◆ Given entries:
'''

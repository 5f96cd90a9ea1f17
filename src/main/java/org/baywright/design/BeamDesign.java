package org.baywright.design;

import java.util.List;
import org.baywright.catalog.Section;

/**
 * The design of one simple-span member: the chosen (or checked) section, every check, and the lighter
 * sections rejected on the way.
 *
 * @param section the chosen section; when overstressed, the candidate with the lowest governing ratio
 * @param checks every check of {@code section}
 * @param rejected every lighter candidate rejected, lightest first
 * @param candidates how many sections the filter allowed
 */
public record BeamDesign(MemberStatus status, Section section, List<Check> checks, List<Rejection> rejected,
        int candidates) {

    public BeamDesign {
        checks = List.copyOf(checks);
        rejected = List.copyOf(rejected);
    }

    /** The governing (highest-ratio) check. */
    public Check governing() {
        return Check.governing(checks);
    }

    /** The highest ratio of all checks. */
    public double maxRatio() {
        return governing().ratio();
    }
}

'''

◆ Brief:
Your answer must be every record above, repeated exactly.

◆ Completed exercise:
repository 5f96cd90a9ea1f17
filename src/main/java/org/baywright/design/BeamDesign.java
package org.baywright.design;

import java.util.List;
import org.baywright.catalog.Section;

/**
 * The design of one simple-span member: the chosen (or checked) section, every check, and the lighter
 * sections rejected on the way.
 *
 * @param section the chosen section; when overstressed, the candidate with the lowest governing ratio
 * @param checks every check of {@code section}
 * @param rejected every lighter candidate rejected, lightest first
 * @param candidates how many sections the filter allowed
 */
public record BeamDesign(MemberStatus status, Section section, List<Check> checks, List<Rejection> rejected,
        int candidates) {

    public BeamDesign {
        checks = List.copyOf(checks);
        rejected = List.copyOf(rejected);
    }

    /** The governing (highest-ratio) check. */
    public Check governing() {
        return Check.governing(checks);
    }

    /** The highest ratio of all checks. */
    public double maxRatio() {
        return governing().ratio();
    }
}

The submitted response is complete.